PRINCETON, N.J.–(BUSINESS WIRE)–Bristol-Myers Squibb Company (NYSE:BMY) today announced that the U.S. Food and Drug Administration (FDA) accepted a supplemental Biologics License Application (sBLA) that seeks to extend the use of Opdivo (nivolumab) to patients with hepatocellular carcinoma (HCC) after prior sorafenib therapy. The FDA granted the application priority review and previously granted Opdivo orphan-drug designation for the treatment of HCC. The FDA action date is September 24, 2017.

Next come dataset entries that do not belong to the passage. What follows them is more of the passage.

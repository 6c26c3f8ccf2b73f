/** Units, territories and rules -> pre-checks, plans with bounds, figures, and a checker of its own. */
export type {
	Impossible,
	Measure,
	Move,
	Plan,
	Proposed,
	Reason,
	RebalanceResult,
	Relief,
	Territory,
	TerritoryProblem,
	Undecided,
	Watch,
} from './problem.ts';
export { mayEndIn, slack, type Prepared } from './prepare.ts';
export { prepare } from './prepared.ts';
export { canLeave, contiguityScratch, type ContiguityScratch } from './contiguity.ts';
export { tornParts, type Torn } from './torn-parts.ts';
export { preCheck } from './pre-check.ts';
export { relieve } from './relieve.ts';
export { checkPlan } from './check-plan.ts';
export { ruleFaults } from './check-rules.ts';
export { checkWitness } from './check-witness.ts';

“We believe the FDA acceptance of our application for Opdivo with priority review status is an important recognition of the significant unmet need for patients with HCC, which is often diagnosed in the advanced stage when treatment options are limited,” said Ian M. Waxman, M.D., development lead, Gastrointestinal Cancers, Bristol-Myers Squibb. “We are committed to exploring new treatment options for these patients and look forward to working with the FDA to potentially extend the use of Opdivo as a treatment option in this setting.”
The submission was based on data from the Phase 1/2 CheckMate -040 study investigating Opdivo in advanced HCC patients with and without hepatitis B virus or hepatitis C virus infections. Data from this study were recently published in The Lancet and will be presented at the American Society of Clinical Oncology (ASCO) Annual Meeting 2017 during a poster discussion session on June 3, 2017 from 4:45–6:00 PM CDT in Hall D2.